At the time The Guardian wondered on its front page whether this was comeuppance for the battle with Lord Ashcroft of Belize; the London Evening Standard ran a "Murdoch sacks Stothard" story only to pull it from its later editions when the truth came out; The Independent and Telegraph speculated on successors.
The same day a furious, but perhaps wiser, Mr Stothard explained that he was taking time off for treatment on a tumour and would return when the treatment was over.
Though it is a couple of weeks since this happened, the inquests on the coverage continue. Roy Greenslade, of The Guardian, saw fit to lecture the rest of the press, even though it was his paper that speculated most wildly and most prominently. A sick man had tried to leave his post with dignity, he said, "and ended up mired in a welter of media muck".
And former Mirror editor David Banks, who is suffering from leukaemia, said yesterday: "There cannot be a journalist who didn't feel unease, sympathy and - provided they were fortunate enough not to have taken part in the 'quality' press version of a feeding frenzy - a touch of anger at the revelation that a seriously ill colleague had been 'outed' to protect himself and his newspaper from commercial damage."
Certainly, we all feel sympathy. But if there is any unease to be felt it should be felt by News International and its inept handling of the affair. As the barely believable rumours circulated that Mr Stothard was leaving to spend time looking at The Times' online services, News International responded to callers with a terse one-line statement that he was "taking time off to work on special projects".
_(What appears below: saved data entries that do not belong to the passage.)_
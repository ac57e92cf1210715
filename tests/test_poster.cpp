// `kith export SESSION --poster`: a collection of 300 pictures, each one solid colour of its own
// (invented here, fixed seed), gives PNG, PDF and SVG posters on which nearly every picture can be
// seen, counted by the colours in the raster (the PDF rasterized by poppler's pdftoppm, the SVG by
// librsvg's rsvg-convert); and bad input is refused with nothing written.
#include <doctest/doctest.h>

#include "tests/approx.h"
#include "tests/colour_chips.h"
#include "viewer/session/poster.h"

namespace {

using kith::test::run_kith;
using kith::test::run_shell;
using kith::test::Colour;
using kith::test::make_chip_session;
using kith::test::make_colour_chips;
using kith::test::visible_chips_in_png;

}  // namespace

TEST_CASE("poster: 300 pictures of one colour each are nearly all visible on the PNG, PDF and SVG posters") {
  const std::string dir = kith::test::temp_dir("poster-colours");
  const std::vector<Colour> colours = make_colour_chips(dir);
  const std::string session = make_chip_session(dir, colours);
  // Measured 2026-12-03 (A3): 300 of 300 in all three; 95% is the bar the issue asks for.
  const size_t kMinVisible = 285;

  // Makes the poster FILE with OPTIONS, turns it into a PNG with RASTER (none for a PNG poster)
  // and counts the colours visible there.
  auto visible_on = [&](const std::string& file, const std::string& options, const std::string& raster,
                        const std::string& png) {
    auto r = run_kith("export " + session + " --poster " + dir + "/" + file + " " + options);
    INFO(r.output);
    REQUIRE(r.code == 0);
    CHECK(r.output.find("nearest neighbours") != std::string::npos);
    if (!raster.empty()) REQUIRE(run_shell(raster).code == 0);
    return visible_chips_in_png(dir + "/" + png, colours);
  };
  const size_t png = visible_on("poster.png", "--caption tone", "", "poster.png");
  CHECK(kith::test::file_bytes(dir + "/poster.png").find("kith") != std::string::npos);  // the Software mark
  const size_t pdf = visible_on("poster.pdf", "--contact-sheets",
                                "pdftoppm -png -r 72 -f 1 -l 1 -singlefile " + dir + "/poster.pdf " + dir + "/pdf-page",
                                "pdf-page.png");
  const size_t svg = visible_on("poster.svg", "--size 1600x1200",
                                "rsvg-convert -o " + dir + "/svg.png " + dir + "/poster.svg", "svg.png");
  // The contact sheets are the PDF's pages after the poster: every picture is on one of them.
  const auto info = run_shell("pdfinfo " + dir + "/poster.pdf");
  int pages = 0;
  if (const size_t at = info.output.find("Pages:"); at != std::string::npos)
    pages = std::atoi(info.output.c_str() + at + 6);
  CHECK(pages >= 2);
  size_t on_sheets = 0;
  for (int page = 2; page <= pages; ++page) {
    const std::string name = dir + "/sheet-" + std::to_string(page);
    REQUIRE(run_shell("pdftoppm -png -r 72 -f " + std::to_string(page) + " -l " + std::to_string(page) +
                      " -singlefile " + dir + "/poster.pdf " + name)
                .code == 0);
    on_sheets += visible_chips_in_png(name + ".png", colours);
  }
  MESSAGE("visible on the contact sheets (" << pages - 1 << " pages): " << on_sheets);
  CHECK(on_sheets >= kMinVisible);
  CHECK(on_sheets <= 300);  // each picture on one sheet only
  MESSAGE("visible of 300: PNG " << png << ", PDF " << pdf << ", SVG " << svg);
  CHECK(png >= kMinVisible);
  CHECK(pdf >= kMinVisible);
  CHECK(svg >= kMinVisible);
}

TEST_CASE("poster: unknown sizes and caption columns and existing files are refused, nothing written") {
  const std::string dir = kith::test::temp_dir("poster-refusals");
  std::vector<Colour> colours;
  {
    std::ostringstream csv;
    csv << "id,tone,a,b,c\n";
    for (int i = 0; i < 40; ++i)
      csv << "bead-" << i << "," << (i % 2 ? "matt" : "glossy") << "," << i % 4 << "," << (i * 3) % 5 << "," << 0.1 * i
          << "\n";
    kith::test::write_bytes(dir + "/items.csv", csv.str());
  }
  const std::string session = dir + "/beads.kith";
  REQUIRE(run_kith("new " + dir + "/items.csv -o " + session).code == 0);
  auto r = run_kith("export " + session + " --poster " + dir + "/p.png");
  CHECK(r.code == 3);  // no map yet
  CHECK(r.output.find("no map yet") != std::string::npos);
  kith::SessionStore::open(session)->write_checkpoint(kith::Points::Random(40, 3), 10);

  r = run_kith("export " + session + " --poster " + dir + "/p.png --size A9");
  CHECK(r.code == 2);
  CHECK(r.output.find("A3") != std::string::npos);
  CHECK(r.output.find("'A9'") != std::string::npos);
  r = run_kith("export " + session + " --poster " + dir + "/p.png --caption colourway");
  CHECK(r.code == 2);
  CHECK(r.output.find("colourway") != std::string::npos);
  CHECK(r.output.find("tone") != std::string::npos);  // the columns there are
  r = run_kith("export " + session + " --poster " + dir + "/p.gif");
  CHECK(r.code == 2);
  r = run_kith("export " + session + " --caption tone --layout " + dir + "/l.csv");
  CHECK(r.code == 2);
  r = run_kith("export " + session + " --picture " + dir + "/m.png --size A3");
  CHECK(r.code == 2);
  CHECK(kith::test::folder_listing(dir) == std::vector<std::string>{"beads.kith", "items.csv"});

  // Items without pictures: neutral cards; the poster is made.
  r = run_kith("export " + session + " --poster " + dir + "/p.png --caption tone --contact-sheets");
  INFO(r.output);
  REQUIRE(r.code == 0);
  CHECK(r.output.find("0 as pictures") != std::string::npos);
  const std::string before = kith::test::file_bytes(dir + "/p.png");
  // An existing poster (or contact sheet) is kept without --force.
  r = run_kith("export " + session + " --poster " + dir + "/p.png");
  CHECK(r.code == 2);
  CHECK(r.output.find("--force") != std::string::npos);
  CHECK(kith::test::file_bytes(dir + "/p.png") == before);
  // A contact sheet's file counts as much: with one there, nothing is written.
  kith::test::write_bytes(dir + "/s-group-1.png", "mine");
  kith::test::write_bytes(dir + "/s-no-group.png", "mine");
  r = run_kith("export " + session + " --poster " + dir + "/s.png --contact-sheets");
  CHECK(r.code == 2);
  CHECK(r.output.find("--force") != std::string::npos);
  CHECK(!std::filesystem::exists(dir + "/s.png"));
  CHECK(kith::test::file_bytes(dir + "/s-group-1.png") == "mine");
  CHECK(kith::test::file_bytes(dir + "/s-no-group.png") == "mine");
  r = run_kith("export " + session + " --poster " + dir + "/p.png --force --size A2");
  CHECK(r.code == 0);
  CHECK(kith::test::file_bytes(dir + "/p.png") != before);
}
I was probably not alone in pointing out to News International's corporate affairs office that such a brief, enigmatic statement was unsatisfactory and would inevitably lead to several hundred words of speculation in the next day's press. I was also probably not alone in being told in so many words by News International, "Too bad. That's all you're going to get." But the departure, even a temporary one, of the editor of The Times is too important a media matter to be relegated to the briefs column, especially when the proprietor has a history of liking to keep his staff in a state of permanent insecurity.
As it happens, there were rumours that Mr Stothard was ill, but it would have been an intrusion to print them without any confirmation. Instead, the only option left was to report News International's inadequate statement and try to help readers by looking at how The Times had been performing and the record of the proprietor in dealing, not always fairly, with his editors.
Not good enough, says Greenslade. "In this era of practised spin doctors, are we now so consumed with conspiracy theories that we cannot accept anything at face value?"
Let's get real, as the editor of The Times might not say. Accept at face value the explanation that The Times editor is going to stop editing his paper for six months for no apparent reason? That would be sloppy, uninquisitive journalism.
Peter Stothard now admits he would have been better off to have explained properly at the time why he was leaving. News International did him no favours with a statement that provoked more questions than answers. But if they are clumsy and irritating, they are not uniquely so. Newspapers can be surprisingly poor communicators about their own affairs. The corporate offices need only to give guidance, on or off the record, to inquiring journalists. It is, after all, what happens when writing stories about other industries. Terse one-liners lead to speculation that can damage the subject of the article and baffle the readers.